- Collected data entries -
##############################
static void test_errors(void **state)
{
    (void)state;
    for (size_t i = 0; i < sizeof errors / sizeof errors[0]; i++) {
        char text[1024];
        snprintf(text, sizeof text, "%s%s", H, errors[i].body);
        arrank_sample s;
        arrank_error err;
        arrank_status st = parse("runs/S03.csv", text, errors[i].report, &s, &err);
        int ok = st == errors[i].status && err.status == errors[i].status &&
                 err.line == errors[i].line && err.column == errors[i].column &&
                 strcmp(err.path, "runs/S03.csv") == 0 &&
                 strcmp(err.message, errors[i].message) == 0;
        if (!ok) {
            print_error("%s: got %d %s:%ld:%ld '%s'\n   want %d %ld:%ld '%s'\n", errors[i].what,
                        st, err.path, err.line, err.column, err.message, errors[i].status,
                        errors[i].line, errors[i].column, errors[i].message);
            fail();
        }
        /* A failed parse leaves nothing to free. */
        assert_null(s.points);
        assert_null(s.id);
    }
    /* NUL byte on line 4, and an empty buffer. */
    const char bin[] = "T [K],rate [1/s]\n504.55,0.417\r\n518.05,0.8\n5\0\0\x03\n";
    arrank_sample s;
    arrank_error err;
    arrank_error_clear(&err);
    assert_int_equal(arrank_sample_parse("b.csv", bin, sizeof bin - 1, units, NULL, &s, &err),
                     ARRANK_EPARSE);
    assert_int_equal(err.line, 4);
    assert_int_equal(err.column, 0);
    assert_string_equal(err.message,
                        "the file is not text (it has a NUL byte); a sample file is CSV");
    /* an empty file is refused at its line 1 (issue 18: every such error has a line) */
    assert_int_equal(parse("e.csv", "", NULL, &s, &err), ARRANK_EPARSE);
    assert_int_equal(err.line, 1);
    assert_string_equal(err.message, "the file is empty; a sample file needs a header such as "
                                     "'T [degC], rate [umol/(g*s)]' and data rows");
    assert_int_equal(parse("e.csv", "\n\r\n  \n", NULL, &s, &err), ARRANK_EPARSE);
    assert_int_equal(err.line, 1);
    /* An empty sample id. */
    assert_int_equal(parse("e.csv", "# mass = 3 mg\n# sample =\nT [K],rate [1/s]\n600,0.1\n", NULL,
                           &s, &err),
                     ARRANK_EPARSE);
    assert_int_equal(err.line, 2);
    assert_string_equal(err.message, "empty sample id; write '# sample = NAME' or leave the line "
                                     "out to use the file name");
    assert_int_equal(arrank_sample_parse(NULL, "x", 1, units, NULL, &s, &err), ARRANK_EINVAL);
}

/* ------------------------------------------------- samples with a problem */

static void test_problems(void **state)
{
    (void)state;
    const struct {
        const char *text;
        const char *problem;
        long line;
    } cases[] = {
        {"T [degC],rate [umol/(g*s)]\n231.4,0.417\n244.9,0.862\n",
         "only 2 data points; a fit with uncertainties needs at least 3", 1}, /* the header */
        {"T [degC],rate [umol/(g*s)]\n231.4,0.417\n",
         "only 1 data point; a fit with uncertainties needs at least 3", 1},
        {"T [degC],rate [umol/(g*s)]\n250,0.417\n250,0.431\n250,0.409\n250,0.422\n",
         "all 4 points are at one temperature (523.15 K); an activation energy needs at least "
         "two",
         1},
        {"# sample = Fe-02\n\nT [degC],rate [umol/(g*s)]\n231.4,0.417\n244.9,0.862\n258.2,0\n"
         "271.6,3.108\n",
         "rate 0 at line 6 is not positive; a logarithm needs a positive rate", 6},
        {"T [degC];rate [umol/(g*s)]\n231,4;0,417\n244,9;-0,003\n258,2;0,0\n",
         "rate -0,003 at line 3 is not positive; a logarithm needs a positive rate", 3},
        {"T [degC],rate [umol/(g*s)]\n231.4,-0.0\n",
         "rate -0.0 at line 2 is not positive; a logarithm needs a positive rate", 2},
    };
    for (size_t i = 0; i < sizeof cases / sizeof cases[0]; i++) {
        arrank_sample s;
        parse_ok("S21.csv", cases[i].text, NULL, &s);
        assert_non_null(s.problem);
        assert_string_equal(s.problem, cases[i].problem);
        assert_int_equal(s.problem_line, cases[i].line);
        assert_true(s.n_points > 0); /* the points stay for the report */
        arrank_sample_clear(&s);
    }
}

/* --------------------------------------------------------------- limits */

static void test_limits(void **state)
{
    (void)state;
    arrank_sample s;
    arrank_error err;
    size_t cap = (size_t)ARRANK_CAMPAIGN_MAX_LINE_BYTES + 4096;
    char *buf = malloc(cap);
    assert_non_null(buf);

    /* A line one byte over the limit, on line 3. */
    size_t n = (size_t)sprintf(buf, "T [K],rate [1/s],run\n600.1,0.1,a\n600.2,0.1,");
    size_t line_start = n - strlen("600.2,0.1,");
    size_t fill = (size_t)ARRANK_CAMPAIGN_MAX_LINE_BYTES + 1 - (n - line_start);
    memset(buf + n, 'x', fill);
    n += fill;
    buf[n++] = '\n';
    arrank_error_clear(&err);
    assert_int_equal(arrank_sample_parse("long.csv", buf, n, units, NULL, &s, &err), ARRANK_ELIMIT);
    assert_int_equal(err.line, 3);
    assert_string_equal(err.message, "line longer than 1048576 bytes");
    /* Exactly at the limit is accepted. */
    buf[n - 2] = '\n';
    memcpy(buf + n - 1, "600.3,0.2,b\n", 12);
    n += 11;
    arrank_error_clear(&err);
    assert_int_equal(arrank_sample_parse("long.csv", buf, n, units, NULL, &s, &err), ARRANK_OK);
    assert_int_equal(s.n_points, 3);
    arrank_sample_clear(&s);

    /* One column more than allowed in the header. */
    n = (size_t)sprintf(buf, "T [K],rate [1/s]");
    for (long k = 3; k <= ARRANK_CAMPAIGN_MAX_COLUMNS + 1; k++)
        n += (size_t)sprintf(buf + n, ",c%ld", k);
    n += (size_t)sprintf(buf + n, "\n600,0.1\n");
    arrank_error_clear(&err);
    assert_int_equal(arrank_sample_parse("wide.csv", buf, n, units, NULL, &s, &err),
                     ARRANK_ELIMIT);
    assert_int_equal(err.line, 1);
    assert_int_equal(err.column, ARRANK_CAMPAIGN_MAX_COLUMNS + 1);
    assert_string_equal(err.message, "the header has more than 1000 columns");
    free(buf);

    /* One data row more than allowed. */
    size_t rows = (size_t)ARRANK_CAMPAIGN_MAX_ROWS + 1;
    const char *row = "612.5,0.37\n";
    size_t rl = strlen(row);
    buf = malloc(64 + rows * rl);
    assert_non_null(buf);
    n = (size_t)sprintf(buf, "T [K],rate [1/s]\n");
    for (size_t r = 0; r < rows; r++, n += rl)
        memcpy(buf + n, row, rl);
    arrank_error_clear(&err);
    assert_int_equal(arrank_sample_parse("tall.csv", buf, n, units, NULL, &s, &err),
                     ARRANK_ELIMIT);
    assert_int_equal(err.line, ARRANK_CAMPAIGN_MAX_ROWS + 2);
    assert_string_equal(err.message, "more than 1000000 data rows");
    /* At the limit it loads. */
    arrank_error_clear(&err);
    assert_int_equal(arrank_sample_parse("tall.csv", buf, n - rl, units, NULL, &s, &err),
                     ARRANK_OK);
    assert_int_equal(s.n_points, ARRANK_CAMPAIGN_MAX_ROWS);
    arrank_sample_clear(&s);
    free(buf);
}

static void test_folder(void **state)
{
    (void)state;
    char *dir = temp_dir_make();
    file_write(dir, "b-Co.csv", "T [degC],rate [mol/(kg*h)]\n231.4,1.5012\n244.9,3.1032\n"
                                "258.2,6.0984\n");
    file_write(dir, "A-Ni.CSV", "# sample = Ni-05\nT [K],rate [\xc2\xb5mol/(g\xc2\xb7s)]\n"
                                "504.55,0.417\n518.05,0.862\n531.35,1.694\n");
    file_write(dir, "c-Fe.csv", "T [K],rate [umol/(g*s)]\n504.55,0.11\n518.05,0.23\n");
    file_write(dir, ".hidden.csv", "not even CSV\0");
    file_write(dir, "notes.txt", "bench log\n");
    char sub[4096];
    snprintf(sub, sizeof sub, "%s/older", dir);
    assert_int_equal(mkdir(sub, 0700), 0);
    file_write(sub, "S99.csv", "broken");

    arrank_campaign *c = NULL;
    arrank_error err;
    arrank_error_clear(&err);
    if (arrank_campaign_load(dir, units, &c, &err) != ARRANK_OK) {
        print_error("%s:%ld: %s\n", err.path, err.line, err.message);
        fail();
    }
    assert_int_equal(c->n_samples, 3);
    assert_string_equal(c->samples[0].file, "A-Ni.CSV");
    assert_string_equal(c->samples[0].id, "Ni-05");
    assert_string_equal(c->samples[1].id, "b-Co");
    assert_string_equal(c->samples[2].id, "c-Fe");
    char want_path[4200];
    snprintf(want_path, sizeof want_path, "%s/b-Co.csv", dir);
    assert_string_equal(c->samples[1].path, want_path);
    /* The first file (by name) sets the report unit, in udunits spelling. */
    assert_string_equal(c->rate_unit, "umol/(g*s)");
    assert_string_equal(c->samples[1].rate_unit_file, "mol/(kg*h)");
    assert_int_equal(c->basis, ARRANK_BASIS_MASS);
    for (size_t k = 0; k < 3; k++)
        check_close(c->samples[1].points[k].rate, c->samples[0].points[k].rate, REL_TOL,
                    "mol/(kg*h) -> umol/(g*s)", UNITS_EXACT);
    assert_non_null(c->samples[2].problem); /* 2 points: kept with a problem */
    assert_null(c->samples[0].problem);
    assert_true(isnan(c->operating_temp_K));
    assert_true(isnan(c->confidence));
    const char *base = strrchr(dir, '/') + 1;
    assert_string_equal(c->name, base);
    assert_string_equal(c->title, base);
    assert_int_equal(c->n_notes, 0);
    arrank_campaign_free(c);

    /* campaign.ini: settings, sample sections, notes; a trailing slash on the folder. */
    file_write(dir, "campaign.ini",
               "; bench 2 screening\n"
               "[campaign]\n"
               "title = Ni, Co and Fe on alumina\n"
               "operating_temperature = 230 C\n"
               "rate_unit = mol/(kg*s)\n"
               "confidence = 0.9\n"
               "colour = teal\n"
               "\n"
               "[sample Ni-05]\n"
               "mass = 12.5 mg\n"
               "sample = Ni-06\n"
               "[sample Zn-01]\n"
               "mass = 3 mg\n"
               "[bench]\n"
               "id = 2\n");
    char slashed[4200];
    snprintf(slashed, sizeof slashed, "%s/", dir);
    arrank_error_clear(&err);
    if (arrank_campaign_load(slashed, units, &c, &err) != ARRANK_OK) {
        print_error("%s:%ld: %s\n", err.path, err.line, err.message);
        fail();
    }
    assert_string_equal(c->name, base);
    assert_string_equal(c->title, "Ni, Co and Fe on alumina");
    check_close(c->operating_temp_K, 503.15, REL_TOL, "230 C", UNITS_EXACT);
    check_close(c->confidence, 0.9, REL_TOL, "confidence", UNITS_EXACT);
    assert_string_equal(c->rate_unit, "mol/(kg*s)");
    check_close(c->samples[0].points[0].rate, 4.17e-4, REL_TOL,
                "umol/(g*s) -> mol/(kg*s)", UNITS_EXACT);
    check_close(c->samples[1].points[0].rate, 4.17e-4, REL_TOL,
                "mol/(kg*h) -> mol/(kg*s)", UNITS_EXACT);
    assert_string_equal(arrank_sample_meta(&c->samples[0], "mass"), "12.5 mg");
    assert_string_equal(c->samples[0].id, "Ni-05");
    const arrank_meta *m = &c->samples[0].meta[c->samples[0].n_meta - 1];
    assert_int_equal(m->line, 10);
    assert_non_null(strstr(m->source, "campaign.ini"));
    assert_int_equal(c->n_notes, 4);
    assert_string_equal(c->notes[0], "campaign.ini:7: key 'colour' in [campaign] ignored");
    assert_string_equal(c->notes[1], "campaign.ini:11: key 'sample' in [sample Ni-05] ignored: "
                                     "a section cannot rename its sample");
    assert_string_equal(c->notes[2],
                        "campaign.ini:15: key 'id' in unknown section [bench] ignored");
    assert_string_equal(c->notes[3], "campaign.ini:13: section [sample Zn-01] matches no sample");
    arrank_campaign_free(c);

    /* Errors in campaign.ini carry its line. */
    const struct {
        const char *ini;
        arrank_status status;
        long line;
        const char *message;
    } bad_ini[] = {
        {"[campaign]\noperating_temperature = 250\n", ARRANK_EPARSE, 2,
         "temperature '250' has no unit; write it as 250C (Celsius), "
         "250K (kelvin) or 250F (Fahrenheit)"},
        {"[campaign]\n\noperating_temperature = 250 Q\n", ARRANK_EUNIT, 3, "unknown unit 'Q'"},
        {"[campaign]\ntitle = x\nrate_unit = mol/s\n", ARRANK_EUNIT, 3,
         "'mol/s' is not a rate per mass, area or site (such as umol/(g*s), umol/(m2*s) or 1/s) "
         "in 'rate_unit'"},
        {"[campaign]\nrate_unit = 1/s\n", ARRANK_EUNIT, 0, NULL}, /* the files are per mass */
        {"[campaign]\nconfidence = 1.5\n", ARRANK_EPARSE, 2,
         "confidence '1.5' is not a number between 0 and 1 (e.g. 0.95)"},
        {"[campaign]\ntitle = x\nthis line is not ini\n", ARRANK_EPARSE, 3,
         "malformed line; expected '[section]', 'key = value' or a comment"},
        {"[campaign\n", ARRANK_EPARSE, 1,
         "malformed line; expected '[section]', 'key = value' or a comment"},
    };
    for (size_t i = 0; i < sizeof bad_ini / sizeof bad_ini[0]; i++) {
        file_write(dir, "campaign.ini", bad_ini[i].ini);
        arrank_error_clear(&err);
        c = (arrank_campaign *)&err; /* must be reset to NULL */
        assert_int_equal(arrank_campaign_load(dir, units, &c, &err), bad_ini[i].status);
        assert_null(c);
        if (!bad_ini[i].message) {
            assert_string_equal(err.message, "rate unit '\xc2\xb5mol/(g\xc2\xb7s)' of A-Ni.CSV "
                                             "is not convertible to the campaign's '1/s'");
            continue;
        }
        assert_int_equal(err.line, bad_ini[i].line);
        assert_non_null(strstr(err.path, "/campaign.ini"));
        assert_string_equal(err.message, bad_ini[i].message);
    }
    /* A line longer than inih's line buffer is refused, not cut. */
    char longini[600];
    int k = snprintf(longini, sizeof longini, "[campaign]\ntitle = ");
    memset(longini + k, 'z', 500);
    strcpy(longini + k + 500, "\n");
    file_write(dir, "campaign.ini", longini);
    arrank_error_clear(&err);
    assert_int_equal(arrank_campaign_load(dir, units, &c, &err), ARRANK_ELIMIT);
    assert_int_equal(err.line, 2);
    snprintf(sub, sizeof sub, "%s/campaign.ini", dir);
    unlink(sub);

    /* Two files with one sample id. */
    file_write(dir, "d-Ni.csv", "# mass = 2 mg\n# sample = Ni-05\nT [K],rate [umol/(g*s)]\n"
                                "504.55,0.417\n518.05,0.862\n531.35,1.694\n");
    arrank_error_clear(&err);
    assert_int_equal(arrank_campaign_load(dir, units, &c, &err), ARRANK_EPARSE);
    assert_int_equal(err.line, 2);
    assert_non_null(strstr(err.path, "/d-Ni.csv"));
    assert_string_equal(err.message, "sample id 'Ni-05' is also the id of A-Ni.CSV");
    snprintf(sub, sizeof sub, "%s/d-Ni.csv", dir);
    unlink(sub);

    /* An unreadable file (not testable as root, who reads everything). */
    snprintf(sub, sizeof sub, "%s/c-Fe.csv", dir);
    assert_int_equal(chmod(sub, 0), 0);
    if (geteuid() != 0) {
        arrank_error_clear(&err);
        assert_int_equal(arrank_campaign_load(dir, units, &c, &err), ARRANK_EIO);
        assert_string_equal(err.path, sub);
        assert_string_equal(err.message, "cannot open the file: permission denied");
    }
    chmod(sub, 0600);

    /* A folder that does not exist, and one without CSV files. */
    snprintf(sub, sizeof sub, "%s/missing", dir);
    arrank_error_clear(&err);
    assert_int_equal(arrank_campaign_load(sub, units, &c, &err), ARRANK_EIO);
    assert_string_equal(err.path, sub);
    assert_string_equal(err.message, "cannot read the folder: no such file or directory");
    snprintf(sub, sizeof sub, "%s/older", dir);
    unlink(strcat(strcpy(want_path, sub), "/S99.csv"));
    arrank_error_clear(&err);
    assert_int_equal(arrank_campaign_load(sub, units, &c, &err), ARRANK_EDATA);
    assert_string_equal(err.message, "no sample files (*.csv) in the folder");
    assert_int_equal(arrank_campaign_load(NULL, units, &c, &err), ARRANK_EINVAL);
    arrank_campaign_free(NULL);
    temp_dir_remove(dir);
}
##############################
- Task objective -
Gather up the lines containing the word "const" from these records and copy them.

- Response area -
    const char bin[] = "T [K],rate [1/s]\n504.55,0.417\r\n518.05,0.8\n5\0\0\x03\n";
    const struct {
        const char *text;
        const char *problem;
    const char *row = "612.5,0.37\n";
    const char *base = strrchr(dir, '/') + 1;
    const arrank_meta *m = &c->samples[0].meta[c->samples[0].n_meta - 1];
    const struct {
        const char *ini;
        const char *message;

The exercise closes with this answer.